== Problem to work on ==
Find the number of lines in these records where the word "currentA" appears. Reply with that number and nothing more.
◇ ◇ ◇
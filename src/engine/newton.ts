// The Newton iteration on a compiled network: assembly of the nodal residual and Jacobian, the
// co-content the line search descends, and the damped, voltage-limited step.
import { amplifierDrawCoContent, amplifierDrawCurrent } from './amplifier';
import { capacitorCurrent } from './capacitor';
import { type CompiledNetwork, GMIN_S, type TwoTerminal } from './network';
import type { FactorResult } from './sparse';

/**
 * A node's voltage by index (the chassis, index −1, is 0 V). The element laws live here with the
 * assembly that calls them thousands of times a burp: a call across modules costs more where the
 * code runs unbundled.
 */
export const volt = (v: Float64Array, i: number) => (i < 0 ? 0 : v[i]!);

/**
 * Current from a closed isolator's `from` end to its `to` end at voltage x across it, and dI/dx:
 * a relay is a resistance both ways; a diode conducts forward only, past its drop, through its
 * slope resistance (the piecewise-linear diode model).
 */
export function isolatorCurrent(
	x: number,
	iso: CompiledNetwork['isolators'][number],
): [number, number] {
	if (!iso.diode) return [iso.g * x, iso.g];
	// The knee belongs to the conducting side, as the banks' and alternators' knees do.
	return x >= iso.dropV ? [iso.g * (x - iso.dropV), iso.g] : [0, 0];
}

/** A node's voltage by index (the chassis, index −1, is 0 V). */
/**
 * Current out of a bank's positive terminal at terminal voltage v, and its derivative dI/dv:
 * (V_oc − v)/R discharging; charging (V_oc − v)/R_charge until the bank takes its charge
 * acceptance, then exactly that (a limit, like an alternator's).
 */
export function bankCurrent(b: CompiledNetwork['banks'][number], v: number): [number, number] {
	if (v <= b.ocvV) return [(b.ocvV - v) / b.resistanceOhm, -1 / b.resistanceOhm];
	const i = (b.ocvV - v) / b.chargeResistanceOhm;
	// Each boundary belongs to the side with a slope: a Newton step that lands exactly on a knee
	// (it does, when a limited step is halved onto a set point) must still see the source there.
	if (-i > b.chargeAcceptanceA) return [-b.chargeAcceptanceA, 0];
	return [i, -1 / b.chargeResistanceOhm];
}

/** Current out of an alternator: a voltage source at its set point until its limit, never negative. */
export function alternatorCurrent(
	a: CompiledNetwork['alternators'][number],
	v: number,
): [number, number] {
	if (a.limitA <= 0) return [0, 0];
	const i = (a.setPointV - v) / a.resistanceOhm;
	if (i < 0) return [0, 0];
	if (i > a.limitA) return [a.limitA, 0];
	return [i, -1 / a.resistanceOhm];
}

/** Operating mode codes for the mode signature (a change means the Jacobian's form changed). */
export function bankMode(b: CompiledNetwork['banks'][number], x: number): number {
	if (x <= b.ocvV) return 0;
	return -(b.ocvV - x) / b.chargeResistanceOhm > b.chargeAcceptanceA ? 2 : 1;
}

export function alternatorMode(a: CompiledNetwork['alternators'][number], x: number): number {
	if (a.limitA <= 0) return 0;
	const i = (a.setPointV - x) / a.resistanceOhm;
	return i < 0 ? 0 : i > a.limitA ? 2 : 1;
}

const MAX_ITERATIONS = 80;
const RESIDUAL_TOL_A = 1e-8;
/** Newton steps smaller than this are taken whole (the quadratic-convergence zone). */
const LOCAL_STEP_V = 1e-3;
/**
 * After a last step this small in the same operating modes, the pivots of that step's
 * factorisation answer the stability question: the Jacobian moved by far less than it would take
 * to change sign (a constant-power load's slope changes by 2·ΔV/V of itself).
 */
const SETTLED_STEP_V = 1e-6;
/**
 * Smallest move the line search tries (V), in absolute terms: a source at its limit with a
 * micro-ohm resistance has a linear region only microvolts wide, so a relative floor on the step
 * fraction would give up on a Newton step of 1e11 V long before the line reaches it.
 */
const MIN_MOVE_V = 1e-13;

/**
 * Adds a two-terminal element drawing `cur` into p (out of n) with incremental conductance `g` to
 * the residual `f` and the Jacobian's values `j` (a module function: assembly runs thousands of
 * times a burp, and a closure per call would be made as often).
 */
function stamp(f: Float64Array, j: Float64Array, e: TwoTerminal, cur: number, g: number) {
	if (e.p >= 0) {
		f[e.p] += cur;
		j[e.spp] += g;
	}
	if (e.n >= 0) {
		f[e.n] -= cur;
		j[e.snn] += g;
	}
	if (e.spn >= 0) j[e.spn] -= g;
}

/** Residual f (current out of each node) into `net.work.f` and the Jacobian into `net.system`. */
function assemble(net: CompiledNetwork, v: Float64Array, lambda: number) {
	const n = net.nodeIds.length;
	const { work, system, diagSlot } = net;
	const f = work.f;
	const j = system.values;
	system.clear();
	for (let i = 0; i < n; i++) {
		f[i] = GMIN_S * v[i]!;
		j[diagSlot[i]!] += GMIN_S;
	}
	for (const c of net.cables) stamp(f, j, c, c.g * (volt(v, c.p) - volt(v, c.n)), c.g);
	let m = 0;
	for (const b of net.banks) {
		const x = volt(v, b.p) - volt(v, b.n);
		const [i, di] = bankCurrent(b, x);
		stamp(f, j, b, -i, -di);
		work.modes[m++] = bankMode(b, x);
	}
	for (const a of net.alternators) {
		const x = volt(v, a.p) - volt(v, a.n);
		const [i, di] = alternatorCurrent(a, x);
		stamp(f, j, a, -i, -di);
		work.modes[m++] = alternatorMode(a, x);
	}
	let minAmpV = Number.POSITIVE_INFINITY;
	for (const a of net.amplifiers) {
		const vpn = volt(v, a.p) - volt(v, a.n);
		minAmpV = Math.min(minAmpV, vpn);
		if (a.powerW === 0) continue;
		const [i, di] = amplifierDrawCurrent(a.draw, vpn, lambda);
		stamp(f, j, a, i, di);
	}
	for (const l of net.loads) stamp(f, j, l, l.currentA, 0);
	// Indexed loops over the kinds most builds have none of: an empty for-of still makes an
	// iterator, thousands of times a burp.
	for (let k = 0; k < net.capacitors.length; k++) {
		const c = net.capacitors[k]!;
		const [i, di] = capacitorCurrent(c, volt(v, c.p) - volt(v, c.n));
		stamp(f, j, c, i, di);
	}
	for (let k = 0; k < net.chargers.length; k++) {
		const { output, input } = net.chargers[k]!;
		const x = volt(v, output.p) - volt(v, output.n);
		const [i, di] = alternatorCurrent(output, x);
		stamp(f, j, output, -i, -di);
		work.modes[m++] = alternatorMode(output, x);
		if (input.powerW > 0) {
			const [ii, dii] = amplifierDrawCurrent(
				input.draw,
				volt(v, input.p) - volt(v, input.n),
				lambda,
			);
			stamp(f, j, input, ii, dii);
		}
	}
	for (let k = 0; k < net.isolators.length; k++) {
		const x = net.isolators[k]!;
		const vx = volt(v, x.p) - volt(v, x.n);
		const [i, di] = isolatorCurrent(vx, x);
		stamp(f, j, x, i, di);
		work.modes[m++] = x.diode && vx >= x.dropV ? 1 : 0;
	}
	work.minAmpV = minAmpV;
}

function sameModes(a: Int8Array, b: Int8Array): boolean {
	for (let i = 0; i < a.length; i++) if (a[i] !== b[i]) return false;
	return true;
}

/**
 * The network's co-content: a scalar whose gradient is the nodal residual f. Cables, sources and
 * loads are monotone, so without amplifiers it is convex; near a stable operating point it is
 * locally convex too. The Newton step is line-searched on it, which copes with the kinks where an
 * alternator reaches its limit or a bank its charge acceptance. Amplifier terminals below `floorV`
 * count as infinitely bad: that side of the curve is the collapsed, low-voltage branch.
 */
function coContent(net: CompiledNetwork, v: Float64Array, lambda: number, floorV: number): number {
	let e = 0;
	for (let i = 0; i < v.length; i++) e += 0.5 * GMIN_S * v[i]! ** 2;
	for (const c of net.cables) e += 0.5 * c.g * (volt(v, c.p) - volt(v, c.n)) ** 2;
	for (const b of net.banks) {
		const x = volt(v, b.p) - volt(v, b.n);
		if (x <= b.ocvV) e += (x - b.ocvV) ** 2 / (2 * b.resistanceOhm);
		else {
			// Charging: quadratic up to the acceptance knee, linear past it (the current is capped).
			const knee = b.ocvV + b.chargeResistanceOhm * b.chargeAcceptanceA;
			e +=
				x < knee
					? (x - b.ocvV) ** 2 / (2 * b.chargeResistanceOhm)
					: (b.chargeResistanceOhm * b.chargeAcceptanceA ** 2) / 2 +
						b.chargeAcceptanceA * (x - knee);
		}
	}
	for (const a of net.alternators) {
		if (a.limitA <= 0) continue;
		const x = volt(v, a.p) - volt(v, a.n);
		const knee = a.setPointV - a.resistanceOhm * a.limitA;
		if (x >= a.setPointV) continue;
		e +=
			x > knee
				? (x - a.setPointV) ** 2 / (2 * a.resistanceOhm)
				: (a.resistanceOhm * a.limitA ** 2) / 2 - a.limitA * (x - knee);
	}
	for (const a of net.amplifiers) {
		const x = volt(v, a.p) - volt(v, a.n);
		if (lambda * a.powerW === 0) continue;
		if (x < floorV) return Number.POSITIVE_INFINITY;
		e += amplifierDrawCoContent(a.draw, x, lambda);
	}
	for (const l of net.loads) e += l.currentA * (volt(v, l.p) - volt(v, l.n));
	for (let k = 0; k < net.capacitors.length; k++) {
		const c = net.capacitors[k]!;
		const x = volt(v, c.p) - volt(v, c.n);
		e += 0.5 * c.gLeak * x * x + 0.5 * c.gStep * (x - c.vcV) ** 2;
	}
	for (let k = 0; k < net.chargers.length; k++) {
		const { output: a, input } = net.chargers[k]!;
		if (a.limitA > 0) {
			const x = volt(v, a.p) - volt(v, a.n);
			const knee = a.setPointV - a.resistanceOhm * a.limitA;
			if (x < a.setPointV)
				e +=
					x > knee
						? (x - a.setPointV) ** 2 / (2 * a.resistanceOhm)
						: (a.resistanceOhm * a.limitA ** 2) / 2 - a.limitA * (x - knee);
		}
		if (lambda * input.powerW === 0) continue;
		const x = volt(v, input.p) - volt(v, input.n);
		if (x < floorV) return Number.POSITIVE_INFINITY;
		e += amplifierDrawCoContent(input.draw, x, lambda);
	}
	for (let k = 0; k < net.isolators.length; k++) {
		const x = net.isolators[k]!;
		const over = volt(v, x.p) - volt(v, x.n) - x.dropV;
		if (!x.diode || over > 0) e += 0.5 * x.g * over * over;
	}
	return e;
}

export interface NewtonResult {
	ok: boolean;
	v: Float64Array;
	iterations: number;
	residualA: number;
}

function maxAbs(x: Float64Array): number {
	let m = 0;
	for (let i = 0; i < x.length; i++) m = Math.max(m, Math.abs(x[i]!));
	return m;
}

/**
 * Newton iteration from `start`, line-searched on the co-content. One symmetric factorisation per
 * iteration gives the step, and its pivots say whether the Jacobian is positive definite: at the
 * converged point that is the stability test (no separate one unless the last step was large or
 * crossed into other operating modes).
 */
export function newton(
	net: CompiledNetwork,
	lambda: number,
	start: Float64Array,
	exactLine = false,
): NewtonResult {
	const n = net.nodeIds.length;
	const { work, system } = net;
	const { f, step, trial } = work;
	const v = new Float64Array(start);
	const floorV = 0.02 * net.nominalV;
	let lastFactor: FactorResult | null = null;
	let lastStepV = Number.POSITIVE_INFINITY;
	for (let iter = 1; iter <= MAX_ITERATIONS; iter++) {
		assemble(net, v, lambda);
		if (lambda > 0 && work.minAmpV < floorV)
			return { ok: false, v, iterations: iter, residualA: Number.NaN };
		const residual = maxAbs(f);
		if (residual < RESIDUAL_TOL_A) {
			const settled =
				lastFactor !== null &&
				lastStepV < SETTLED_STEP_V &&
				sameModes(work.modes, work.factoredModes);
			const verdict = settled ? lastFactor : system.factor();
			return { ok: verdict === 'positive-definite', v, iterations: iter, residualA: residual };
		}
		for (let i = 0; i < n; i++) step[i] = -f[i]!;
		const verdict = system.factor();
		if (verdict === 'singular') return { ok: false, v, iterations: iter, residualA: residual };
		system.solve(step);
		lastFactor = verdict;
		work.factoredModes.set(work.modes);
		// Directional derivative of the co-content along the step.
		let slope = 0;
		for (let i = 0; i < n; i++) slope += f[i]! * step[i]!;
		if (!(slope < 0)) return { ok: false, v, iterations: iter, residualA: residual };
		// Voltage limiting (as SPICE limits junction steps): where every source is at a limit the
		// Jacobian is only the background conductance and the raw step runs to ~1e11 V; a step longer
		// than the network's own voltage scale carries no information beyond its direction.
		let stepSize = maxAbs(step);
		const maxStepV = Math.max(1, net.nominalV);
		if (stepSize > maxStepV) {
			const k = maxStepV / stepSize;
			for (let i = 0; i < n; i++) step[i] = step[i]! * k;
			slope *= k;
			stepSize = maxStepV;
		}
		let t = 1;
		// Close to the solution Newton converges quadratically; the co-content's differences are then
		// below its rounding, so a line search would only stall. Far from it, search the line.
		if (stepSize > LOCAL_STEP_V) {
			const e0 = coContent(net, v, lambda, floorV);
			const at = (x: number) => {
				for (let i = 0; i < n; i++) trial[i] = v[i]! + x * step[i]!;
				return coContent(net, trial, lambda, floorV);
			};
			// Backtrack to sufficient decrease, then keep halving while that still lowers the co-content.
			let e = at(t);
			while (!(e <= e0 + 1e-4 * t * slope) && t * stepSize > MIN_MOVE_V) {
				t /= 2;
				e = at(t);
			}
			if (t * stepSize <= MIN_MOVE_V)
				return { ok: false, v, iterations: iter, residualA: residual };
			for (let k = 0; k < 60; k++) {
				const eHalf = at(t / 2);
				if (!(eHalf < e)) break;
				t /= 2;
				e = eHalf;
			}
			if (exactLine) {
				// Where a source flips between its limit and off on successive steps (its linear region
				// microvolts wide), halving alone overshoots the kink every time and the iteration
				// ping-pongs. A golden-section search for the line's minimum (the co-content is convex
				// along it for the unloaded network, and locally near a stable point) lands on the kink.
				let lo = 0;
				let hi = 1;
				const g = (Math.sqrt(5) - 1) / 2;
				let x1 = hi - g * (hi - lo);
				let x2 = lo + g * (hi - lo);
				let e1 = at(x1);
				let e2 = at(x2);
				while ((hi - lo) * stepSize > MIN_MOVE_V && hi - lo > 1e-12) {
					if (e1 <= e2) {
						hi = x2;
						x2 = x1;
						e2 = e1;
						x1 = hi - g * (hi - lo);
						e1 = at(x1);
					} else {
						lo = x1;
						x1 = x2;
						e1 = e2;
						x2 = lo + g * (hi - lo);
						e2 = at(x2);
					}
				}
				const tg = e1 <= e2 ? x1 : x2;
				const eg = Math.min(e1, e2);
				if (eg < e) {
					t = tg;
					e = eg;
				}
			}
		} else if (lambda > 0) {
			for (let i = 0; i < n; i++) trial[i] = v[i]! + step[i]!;
			if (coContent(net, trial, lambda, floorV) === Number.POSITIVE_INFINITY)
				return { ok: false, v, iterations: iter, residualA: residual };
		}
		for (let i = 0; i < n; i++) v[i] = v[i]! + t * step[i]!;
		lastStepV = t * stepSize;
	}
	return { ok: false, v, iterations: MAX_ITERATIONS, residualA: Number.NaN };
}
◇ ◇ ◇
== Answer to this problem ==
2